Please filter the listing for the string "expected" and copy each matching line.

== Segment start ==

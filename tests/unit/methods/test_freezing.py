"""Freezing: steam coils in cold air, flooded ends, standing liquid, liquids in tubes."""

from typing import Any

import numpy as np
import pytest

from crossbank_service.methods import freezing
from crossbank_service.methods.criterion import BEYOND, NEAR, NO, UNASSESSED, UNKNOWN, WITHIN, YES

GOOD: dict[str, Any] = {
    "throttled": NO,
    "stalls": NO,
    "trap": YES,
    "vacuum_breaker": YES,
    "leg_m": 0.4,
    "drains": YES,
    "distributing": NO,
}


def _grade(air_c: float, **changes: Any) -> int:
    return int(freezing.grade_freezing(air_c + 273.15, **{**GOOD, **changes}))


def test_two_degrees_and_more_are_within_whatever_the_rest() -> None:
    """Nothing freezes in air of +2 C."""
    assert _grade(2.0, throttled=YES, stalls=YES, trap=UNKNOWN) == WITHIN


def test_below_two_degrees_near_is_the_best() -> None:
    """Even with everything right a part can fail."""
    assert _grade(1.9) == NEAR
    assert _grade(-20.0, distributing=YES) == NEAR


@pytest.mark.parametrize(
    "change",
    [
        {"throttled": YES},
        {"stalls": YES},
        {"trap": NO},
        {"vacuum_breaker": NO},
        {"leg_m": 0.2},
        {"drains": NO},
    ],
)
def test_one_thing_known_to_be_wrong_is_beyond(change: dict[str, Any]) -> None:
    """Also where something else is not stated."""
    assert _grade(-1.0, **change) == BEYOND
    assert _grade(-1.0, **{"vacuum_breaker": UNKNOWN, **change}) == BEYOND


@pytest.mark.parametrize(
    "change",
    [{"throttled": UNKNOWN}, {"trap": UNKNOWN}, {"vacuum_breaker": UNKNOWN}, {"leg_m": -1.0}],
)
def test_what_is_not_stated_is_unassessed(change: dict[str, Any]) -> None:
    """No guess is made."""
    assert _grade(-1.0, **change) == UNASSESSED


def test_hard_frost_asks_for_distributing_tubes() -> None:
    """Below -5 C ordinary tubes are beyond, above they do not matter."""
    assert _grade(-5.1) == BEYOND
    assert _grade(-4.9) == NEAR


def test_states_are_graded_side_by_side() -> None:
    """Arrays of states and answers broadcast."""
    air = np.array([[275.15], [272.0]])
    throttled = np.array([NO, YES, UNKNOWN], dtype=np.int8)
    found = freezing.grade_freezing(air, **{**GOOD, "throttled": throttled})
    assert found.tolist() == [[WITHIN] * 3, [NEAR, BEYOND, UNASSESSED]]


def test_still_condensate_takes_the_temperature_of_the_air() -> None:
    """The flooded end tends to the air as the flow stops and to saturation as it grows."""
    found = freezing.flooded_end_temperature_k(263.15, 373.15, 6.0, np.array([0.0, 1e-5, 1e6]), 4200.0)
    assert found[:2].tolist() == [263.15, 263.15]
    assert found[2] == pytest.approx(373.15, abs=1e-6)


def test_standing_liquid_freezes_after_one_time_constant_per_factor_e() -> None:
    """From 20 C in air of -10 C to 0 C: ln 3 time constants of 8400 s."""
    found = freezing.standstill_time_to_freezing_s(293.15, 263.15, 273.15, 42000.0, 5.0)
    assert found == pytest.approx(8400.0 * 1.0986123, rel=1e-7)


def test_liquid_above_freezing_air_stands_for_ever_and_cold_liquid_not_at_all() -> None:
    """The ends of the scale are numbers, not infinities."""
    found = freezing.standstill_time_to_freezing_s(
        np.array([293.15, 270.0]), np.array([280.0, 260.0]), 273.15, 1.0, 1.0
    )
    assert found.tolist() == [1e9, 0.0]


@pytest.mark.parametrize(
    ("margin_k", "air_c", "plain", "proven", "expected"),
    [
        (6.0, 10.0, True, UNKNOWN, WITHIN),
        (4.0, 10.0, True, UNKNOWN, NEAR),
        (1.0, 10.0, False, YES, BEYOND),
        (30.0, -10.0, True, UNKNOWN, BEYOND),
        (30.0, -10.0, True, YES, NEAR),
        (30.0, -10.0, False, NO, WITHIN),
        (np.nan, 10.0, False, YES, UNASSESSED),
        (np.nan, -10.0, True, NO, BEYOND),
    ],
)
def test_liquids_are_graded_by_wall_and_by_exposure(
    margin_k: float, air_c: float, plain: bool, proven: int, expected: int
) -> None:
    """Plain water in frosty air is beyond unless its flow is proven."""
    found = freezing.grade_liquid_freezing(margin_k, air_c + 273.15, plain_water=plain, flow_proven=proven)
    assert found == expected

== Segment end ==

Solution to this problem:
    ("margin_k", "air_c", "plain", "proven", "expected"),
    margin_k: float, air_c: float, plain: bool, proven: int, expected: int
    assert found == expected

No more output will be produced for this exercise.